TASK DETAILS :: Check each line of the records for "Cols"; collect those that have it.
SUPPLIED RECORDS below:
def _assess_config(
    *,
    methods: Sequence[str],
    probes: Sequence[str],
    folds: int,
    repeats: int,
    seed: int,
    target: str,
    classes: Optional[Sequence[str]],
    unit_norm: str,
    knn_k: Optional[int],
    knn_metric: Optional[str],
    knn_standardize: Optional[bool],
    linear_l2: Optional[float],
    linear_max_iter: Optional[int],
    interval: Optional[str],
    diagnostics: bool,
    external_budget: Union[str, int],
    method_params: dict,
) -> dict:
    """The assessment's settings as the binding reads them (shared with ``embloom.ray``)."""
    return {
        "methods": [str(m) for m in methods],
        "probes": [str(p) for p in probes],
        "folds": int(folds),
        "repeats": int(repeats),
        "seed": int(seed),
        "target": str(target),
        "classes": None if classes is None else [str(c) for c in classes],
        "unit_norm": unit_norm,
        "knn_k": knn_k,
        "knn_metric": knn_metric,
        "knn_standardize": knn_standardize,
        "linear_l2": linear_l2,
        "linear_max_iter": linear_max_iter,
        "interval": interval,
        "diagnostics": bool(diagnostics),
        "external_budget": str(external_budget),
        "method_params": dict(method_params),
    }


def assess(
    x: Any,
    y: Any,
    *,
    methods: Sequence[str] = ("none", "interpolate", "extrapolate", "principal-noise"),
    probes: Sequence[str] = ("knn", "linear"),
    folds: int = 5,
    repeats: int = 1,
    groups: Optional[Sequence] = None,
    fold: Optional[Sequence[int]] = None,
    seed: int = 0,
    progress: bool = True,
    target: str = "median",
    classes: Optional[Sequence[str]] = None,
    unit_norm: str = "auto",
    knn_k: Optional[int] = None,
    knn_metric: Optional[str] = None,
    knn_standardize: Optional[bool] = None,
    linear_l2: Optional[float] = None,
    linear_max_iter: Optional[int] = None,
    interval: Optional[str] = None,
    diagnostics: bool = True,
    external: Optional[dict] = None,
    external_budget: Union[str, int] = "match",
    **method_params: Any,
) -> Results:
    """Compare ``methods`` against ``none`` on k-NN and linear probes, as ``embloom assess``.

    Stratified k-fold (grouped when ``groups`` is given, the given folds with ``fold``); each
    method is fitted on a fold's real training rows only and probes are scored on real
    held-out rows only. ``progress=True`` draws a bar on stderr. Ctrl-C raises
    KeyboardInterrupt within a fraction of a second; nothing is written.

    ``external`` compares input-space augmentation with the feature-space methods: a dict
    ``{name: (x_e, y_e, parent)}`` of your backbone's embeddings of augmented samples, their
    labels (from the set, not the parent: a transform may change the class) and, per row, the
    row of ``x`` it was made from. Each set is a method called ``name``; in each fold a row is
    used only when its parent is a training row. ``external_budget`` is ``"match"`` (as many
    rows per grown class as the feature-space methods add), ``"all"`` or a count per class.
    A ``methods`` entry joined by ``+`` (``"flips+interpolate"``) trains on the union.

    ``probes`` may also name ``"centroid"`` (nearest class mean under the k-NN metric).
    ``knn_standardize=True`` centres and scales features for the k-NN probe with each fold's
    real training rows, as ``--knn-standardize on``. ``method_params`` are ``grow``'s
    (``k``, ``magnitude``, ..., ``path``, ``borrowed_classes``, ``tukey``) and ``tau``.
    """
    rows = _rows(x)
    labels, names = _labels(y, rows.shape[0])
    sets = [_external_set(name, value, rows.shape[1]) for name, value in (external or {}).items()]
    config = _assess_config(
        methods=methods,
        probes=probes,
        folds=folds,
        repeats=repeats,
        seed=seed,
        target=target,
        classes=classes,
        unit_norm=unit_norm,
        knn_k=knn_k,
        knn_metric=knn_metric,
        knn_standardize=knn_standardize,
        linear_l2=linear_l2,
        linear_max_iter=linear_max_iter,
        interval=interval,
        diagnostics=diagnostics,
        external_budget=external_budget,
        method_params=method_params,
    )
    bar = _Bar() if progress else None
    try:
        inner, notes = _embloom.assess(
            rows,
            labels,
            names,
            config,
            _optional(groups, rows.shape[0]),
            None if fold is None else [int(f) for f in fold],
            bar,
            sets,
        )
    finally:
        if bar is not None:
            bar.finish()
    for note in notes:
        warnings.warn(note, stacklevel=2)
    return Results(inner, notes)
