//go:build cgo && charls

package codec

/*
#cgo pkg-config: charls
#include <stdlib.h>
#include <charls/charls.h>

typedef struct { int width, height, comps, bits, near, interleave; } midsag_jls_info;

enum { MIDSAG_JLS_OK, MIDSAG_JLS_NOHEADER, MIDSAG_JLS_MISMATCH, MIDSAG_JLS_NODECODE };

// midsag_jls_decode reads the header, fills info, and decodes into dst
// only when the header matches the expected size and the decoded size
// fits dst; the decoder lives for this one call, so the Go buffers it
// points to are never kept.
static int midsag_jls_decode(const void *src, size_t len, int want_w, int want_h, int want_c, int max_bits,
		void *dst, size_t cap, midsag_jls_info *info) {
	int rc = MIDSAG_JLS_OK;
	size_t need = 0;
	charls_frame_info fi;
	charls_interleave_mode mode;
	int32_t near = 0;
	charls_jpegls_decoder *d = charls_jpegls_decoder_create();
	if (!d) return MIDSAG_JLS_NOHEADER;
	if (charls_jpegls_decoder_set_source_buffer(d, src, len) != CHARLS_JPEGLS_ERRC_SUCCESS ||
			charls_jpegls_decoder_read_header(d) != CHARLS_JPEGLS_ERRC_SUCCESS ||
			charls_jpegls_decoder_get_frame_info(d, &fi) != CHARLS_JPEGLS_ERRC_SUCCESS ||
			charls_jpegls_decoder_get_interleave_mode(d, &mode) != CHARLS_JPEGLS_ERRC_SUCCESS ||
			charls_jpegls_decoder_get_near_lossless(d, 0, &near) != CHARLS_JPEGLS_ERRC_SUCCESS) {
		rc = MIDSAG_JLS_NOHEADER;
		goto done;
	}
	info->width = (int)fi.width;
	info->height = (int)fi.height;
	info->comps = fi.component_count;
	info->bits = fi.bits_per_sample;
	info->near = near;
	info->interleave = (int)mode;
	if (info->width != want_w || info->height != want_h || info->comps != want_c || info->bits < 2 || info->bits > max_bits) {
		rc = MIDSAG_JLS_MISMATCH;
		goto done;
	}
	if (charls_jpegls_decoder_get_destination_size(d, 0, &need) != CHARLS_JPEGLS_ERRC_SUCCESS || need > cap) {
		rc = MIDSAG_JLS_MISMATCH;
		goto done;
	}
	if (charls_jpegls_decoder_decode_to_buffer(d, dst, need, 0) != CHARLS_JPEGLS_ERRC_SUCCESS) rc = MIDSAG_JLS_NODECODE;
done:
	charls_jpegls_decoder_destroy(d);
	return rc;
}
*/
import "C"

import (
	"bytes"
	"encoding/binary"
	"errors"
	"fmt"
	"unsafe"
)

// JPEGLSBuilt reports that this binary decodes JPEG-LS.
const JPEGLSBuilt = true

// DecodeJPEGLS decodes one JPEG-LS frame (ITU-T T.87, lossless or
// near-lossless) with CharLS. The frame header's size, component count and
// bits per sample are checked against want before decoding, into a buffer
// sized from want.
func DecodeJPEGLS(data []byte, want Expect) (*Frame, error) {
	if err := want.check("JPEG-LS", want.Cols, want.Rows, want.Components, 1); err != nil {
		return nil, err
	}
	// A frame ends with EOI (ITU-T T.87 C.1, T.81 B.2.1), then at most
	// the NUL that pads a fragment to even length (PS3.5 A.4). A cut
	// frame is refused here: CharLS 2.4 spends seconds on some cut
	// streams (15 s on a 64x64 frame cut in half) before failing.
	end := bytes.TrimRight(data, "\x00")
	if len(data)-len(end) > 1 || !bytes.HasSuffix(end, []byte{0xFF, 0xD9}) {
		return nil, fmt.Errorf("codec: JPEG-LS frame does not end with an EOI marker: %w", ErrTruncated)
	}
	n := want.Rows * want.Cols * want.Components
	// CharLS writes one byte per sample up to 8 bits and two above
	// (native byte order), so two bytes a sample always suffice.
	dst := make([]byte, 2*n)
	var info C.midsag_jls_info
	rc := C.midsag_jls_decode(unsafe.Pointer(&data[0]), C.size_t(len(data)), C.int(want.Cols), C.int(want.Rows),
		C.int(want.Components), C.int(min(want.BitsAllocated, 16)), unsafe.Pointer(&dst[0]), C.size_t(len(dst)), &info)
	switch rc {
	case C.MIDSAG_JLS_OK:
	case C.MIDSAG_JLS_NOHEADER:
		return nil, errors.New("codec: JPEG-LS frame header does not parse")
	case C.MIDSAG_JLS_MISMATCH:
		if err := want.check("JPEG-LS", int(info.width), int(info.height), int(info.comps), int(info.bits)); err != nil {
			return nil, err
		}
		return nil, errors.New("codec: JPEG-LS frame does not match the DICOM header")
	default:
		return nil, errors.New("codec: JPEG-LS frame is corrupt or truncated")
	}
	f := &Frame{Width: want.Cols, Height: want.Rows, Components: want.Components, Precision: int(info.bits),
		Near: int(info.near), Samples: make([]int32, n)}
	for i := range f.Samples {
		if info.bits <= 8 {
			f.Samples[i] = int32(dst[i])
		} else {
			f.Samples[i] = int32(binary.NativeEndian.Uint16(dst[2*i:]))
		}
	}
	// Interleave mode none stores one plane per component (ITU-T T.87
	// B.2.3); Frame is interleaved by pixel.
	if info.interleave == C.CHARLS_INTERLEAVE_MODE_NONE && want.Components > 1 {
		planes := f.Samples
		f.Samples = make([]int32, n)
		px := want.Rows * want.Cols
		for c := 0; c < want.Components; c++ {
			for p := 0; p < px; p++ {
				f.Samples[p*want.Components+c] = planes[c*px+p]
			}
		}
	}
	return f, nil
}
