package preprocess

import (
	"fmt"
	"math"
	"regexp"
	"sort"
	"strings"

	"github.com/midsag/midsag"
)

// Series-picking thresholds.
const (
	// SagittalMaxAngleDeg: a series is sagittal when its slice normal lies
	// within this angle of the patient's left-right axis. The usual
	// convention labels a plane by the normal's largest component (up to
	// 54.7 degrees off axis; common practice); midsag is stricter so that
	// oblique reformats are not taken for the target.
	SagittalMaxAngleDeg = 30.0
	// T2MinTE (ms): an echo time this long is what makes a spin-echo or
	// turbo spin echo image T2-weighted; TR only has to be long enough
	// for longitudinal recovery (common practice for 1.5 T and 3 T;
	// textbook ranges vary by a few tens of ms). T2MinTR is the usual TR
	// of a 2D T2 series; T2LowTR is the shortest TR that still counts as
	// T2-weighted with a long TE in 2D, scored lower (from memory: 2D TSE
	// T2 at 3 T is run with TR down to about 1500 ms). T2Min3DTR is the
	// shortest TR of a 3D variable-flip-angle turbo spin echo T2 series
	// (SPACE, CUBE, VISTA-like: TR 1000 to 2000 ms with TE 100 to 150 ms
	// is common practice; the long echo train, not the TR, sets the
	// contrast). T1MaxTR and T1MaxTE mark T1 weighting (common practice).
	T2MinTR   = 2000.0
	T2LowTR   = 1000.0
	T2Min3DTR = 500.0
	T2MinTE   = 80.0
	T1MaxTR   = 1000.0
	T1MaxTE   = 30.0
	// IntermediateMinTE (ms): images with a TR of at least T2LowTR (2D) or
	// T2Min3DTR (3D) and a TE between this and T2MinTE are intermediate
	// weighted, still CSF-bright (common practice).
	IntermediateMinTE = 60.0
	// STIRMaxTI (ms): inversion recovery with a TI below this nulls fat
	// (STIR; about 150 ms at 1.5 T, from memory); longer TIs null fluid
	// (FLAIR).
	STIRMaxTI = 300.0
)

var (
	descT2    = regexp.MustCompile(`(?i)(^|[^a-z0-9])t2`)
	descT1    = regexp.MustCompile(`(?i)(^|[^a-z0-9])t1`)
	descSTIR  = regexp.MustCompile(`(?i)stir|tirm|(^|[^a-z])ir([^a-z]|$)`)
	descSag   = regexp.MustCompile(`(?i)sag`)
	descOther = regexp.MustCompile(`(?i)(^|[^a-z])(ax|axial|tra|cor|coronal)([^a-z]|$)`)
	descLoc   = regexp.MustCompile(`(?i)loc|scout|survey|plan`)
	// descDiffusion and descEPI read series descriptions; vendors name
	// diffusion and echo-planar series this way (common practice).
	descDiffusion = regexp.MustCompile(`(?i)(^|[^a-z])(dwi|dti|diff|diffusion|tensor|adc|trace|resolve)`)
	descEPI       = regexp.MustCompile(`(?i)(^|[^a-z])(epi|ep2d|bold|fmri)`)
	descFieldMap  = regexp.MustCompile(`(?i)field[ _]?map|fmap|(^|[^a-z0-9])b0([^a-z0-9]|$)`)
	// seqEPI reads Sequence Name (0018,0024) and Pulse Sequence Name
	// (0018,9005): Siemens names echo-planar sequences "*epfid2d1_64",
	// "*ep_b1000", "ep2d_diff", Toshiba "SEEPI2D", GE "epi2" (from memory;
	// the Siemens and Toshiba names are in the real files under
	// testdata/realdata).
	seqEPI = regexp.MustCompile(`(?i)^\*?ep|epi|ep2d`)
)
End of SUPPLIED RECORDS.
OUTPUT OF THE TASK ::
	if err := want.check("JPEG-LS", want.Cols, want.Rows, want.Components, 1); err != nil {
	n := want.Rows * want.Cols * want.Components
	rc := C.midsag_jls_decode(unsafe.Pointer(&data[0]), C.size_t(len(data)), C.int(want.Cols), C.int(want.Rows),
	f := &Frame{Width: want.Cols, Height: want.Rows, Components: want.Components, Precision: int(info.bits),
		px := want.Rows * want.Cols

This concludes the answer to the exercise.